Aeterna Noctis has a lot of potential; however, it feels like the developer got a bit too ambitious. A game that was shorter and had more focus has the potential to be something fantastic. but it ends up being a bit of a slog for a lot of its runtime due to its sometimes-tedious difficulty, despite some great platforming segments. Long loads and some frustrating design choices mean Aeterna Noctis is a derivative but sporadically satisfying game that some players may absolutely fall in love with. It has clearly had a lot of love put into it, but we didn't quite vibe with it.
Prodeus is the kind of game that knows exactly what it wants to do and executes that vision flawlessly. It's not complicated and it's nothing you haven't seen before, but every inch of this experience was clearly crafted with passion and talent. The intense firefights, expansive arsenal, metal music, and sprawling level designs all come together to make Prodeus feel like a game that's just the right mix of retro and modern. If you have ever been a fan of Doom, Quake, Wolfenstein, or any of the indie boomer shooters of the last few years, you owe it to yourself to give Prodeus a shot. Even if you haven't much been into the genre before, we'd say this is an excellent place to jump in and see what it's about. Wherever you stand, we'd give Prodeus a strong recommendation; this is absolutely worth both your time and money.

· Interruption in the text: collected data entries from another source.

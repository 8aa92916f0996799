"""Warehouses whose server is not here: compiled for their adapter, run on a library or by translation."""

from __future__ import annotations

import json
import re
from collections.abc import Iterable
from datetime import datetime
from functools import cached_property
from pathlib import Path
from typing import Any, ClassVar

import sqlglot
from harness import DuckDB, Engine, Rows
from sqlglot import ErrorLevel

DUMMIES: dict[str, dict[str, Any]] = {
    "snowflake": {
        "account": "none",
        "user": "none",
        "password": "none",
        "database": "db",
        "warehouse": "none",
    },
    "bigquery": {"method": "oauth-secrets", "token": "none", "project": "none"},
    "redshift": {"host": "none", "user": "none", "password": "none", "dbname": "db", "port": 5439},
    "databricks": {"host": "none", "http_path": "none", "token": "none", "catalog": "db"},
    "trino": {"method": "none", "user": "none", "host": "none", "port": 8080, "database": "db"},
    "athena": {"s3_staging_dir": "s3://none/", "region_name": "eu-west-1", "database": "db"},
    "clickhouse": {"host": "none", "user": "none", "password": "none"},
}


class Translated(DuckDB):
    """SQL compiled for one adapter, parsed strictly in its dialect, translated and run on DuckDB."""

    def __init__(self, name: str, scratch: Path) -> None:
        self.name = name
        self.keeps_milliseconds = name == "athena"
        super().__init__(scratch)

    def output(self) -> dict[str, Any]:
        return {"type": self.name, "schema": "spellcurve_tests", "threads": 1} | DUMMIES[self.name]

    def translate(self, sql: str) -> str:
        (statement,) = sqlglot.parse(sql, read=self.name, error_level=ErrorLevel.RAISE)
        return statement.sql(dialect="duckdb", unsupported_level=ErrorLevel.RAISE)

    def query(self, sql: str) -> Rows:
        return super().query(self.translate(sql))

    def make(self, table: str, call: str) -> None:
        self.execute(f'create or replace table "{table}" as {self.translate(self.render(call))}')


class ClickHouse(Engine):
    """SQL compiled for the adapter, run unchanged on the engine's own library."""

    name = "clickhouse"
    types: ClassVar[dict[str, str]] = {
        "bigint": "Nullable(Int64)",
        "double": "Nullable(Float64)",
        "text": "Nullable(String)",
        "date": "Nullable(Date32)",
        "moment": "Nullable(DateTime64(6))",
        "boolean": "Nullable(Bool)",
    }
    #: docs/warehouses.md asks users to put these into their profile's custom_settings.
    settings: ClassVar[dict[str, int]] = {
        "prefer_column_name_to_alias": 1,
        "cast_keep_nullable": 1,
        "join_use_nulls": 1,
    }

    def output(self) -> dict[str, Any]:
        return {"type": self.name, "schema": "spellcurve_tests", "threads": 1} | DUMMIES[self.name]

    @cached_property
    def session(self) -> Any:
        from chdb.session import Session

        session = Session(str(self.scratch / "clickhouse"))
        session.query("create database if not exists spellcurve_tests engine = Atomic")
        session.query("use spellcurve_tests")
        for setting, value in self.settings.items():
            session.query(f"set {setting} = {value}")
        session.query("set session_timezone = 'UTC'")
        return session

    def execute(self, sql: str, values: Any = ()) -> None:
        self.session.query(sql)

    def load(self, table: str, columns: dict[str, str], rows: Iterable[dict[str, Any]]) -> None:
        declared = ", ".join(f"{self.quote(name)} {self.types[kind]}" for name, kind in columns.items())
        self.execute(f"drop table if exists {self.quote(table)}")
        self.execute(f"create table {self.quote(table)} ({declared}) engine = MergeTree order by tuple()")
        lines = [json.dumps({name: row.get(name) for name in columns}, default=str) for row in rows]
        if lines:
            self.execute(f"insert into {self.quote(table)} format JSONEachRow " + "\n".join(lines))

    def make(self, table: str, call: str) -> None:
        self.execute(f"drop table if exists {self.quote(table)}")
        engine = "engine = MergeTree order by tuple()"
        self.execute(f"create table {self.quote(table)} {engine} as {self.render(call)}")

    def query(self, sql: str) -> Rows:
        """Rows with Python's own types, as chdb's Arrow output gives them."""
        rows = self.session.query(sql, "ArrowTable").to_pylist()
        return [{name: _as_elsewhere(value) for name, value in row.items()} for row in rows]

    def close(self) -> None:
        self.session.close()


def _as_elsewhere(value: Any) -> Any:
    """Take off what ClickHouse alone shows: the session's zone, and the last zeros of a second in a text."""
    if isinstance(value, datetime):
        return value.replace(tzinfo=None)
    if isinstance(value, str):
        return re.sub(r"(:[0-9]{2})(?:[.]0{6}|([.][0-9]*?[1-9])0*)(?![0-9])", r"\1\2", value)
    return value
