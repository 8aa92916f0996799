"""DuckDB's figures: on six warehouses by translation, and on the library of ClickHouse."""

from __future__ import annotations

import pytest
from corpus import all_cases
from harness import DuckDB
from likeness import unlike
from translated import DUMMIES, ClickHouse, Translated

CASES = all_cases()


@pytest.fixture(scope="session")
def engine(tmp_path_factory):
    return DuckDB(tmp_path_factory.mktemp("duckdb"))


@pytest.fixture(scope="session", params=list(DUMMIES))
def warehouse(request, tmp_path_factory):
    scratch = tmp_path_factory.mktemp(request.param)
    engine = ClickHouse(scratch) if request.param == "clickhouse" else Translated(request.param, scratch)
    engine.render_all([call for case in CASES for call in (*case.made.values(), *case.calls)])
    yield engine
    engine.close()


@pytest.mark.parametrize("case", CASES, ids=lambda case: case.name)
def test_rows_and_figures_are_those_of_duckdb(warehouse, engine, case):
    found = unlike(warehouse, engine, case)
    assert not found, "\n".join(found[:20])
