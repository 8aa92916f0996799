"""These tests need the adapters of many warehouses; `make portability` runs them in an environment of their own."""

import sys
from pathlib import Path

sys.path.insert(0, str(Path(__file__).resolve().parent))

If you were even half-aware of games news at the end of 2021, you will already be a bit interested in this game. It's brimming with fun, uniquely committed to co-op gaming, plays solidly and distinctively, and usually discards one cool idea in favour of another before there's time to get bored. Now-standard graphical compromises have been made for Switch, and the typical perk of playing handheld is questionable for an always-split-screen co-op-only game. Nonetheless, it keeps the frames moving well enough not to undermine its Game-of-the-Year sparkle. It Takes Two and the good old Switch may not be a perfect marriage, but it's probably worth sticking it out, now that we're five years in.
Signalis is a near-perfect love letter to the survival horror genre. Its atmosphere and tension feel natural and earned, with callbacks to sci-fi classics scattered throughout. It is at its best when you're darting between enemies, using stealth and patience rather than brute force. While some of the combat encounters felt a little forced, the puzzles are just the right mix of challenging and approachable. The surreal imagery and unique storytelling structure add to the overall polish of a game that is the perfect length for what it is. Highly recommended.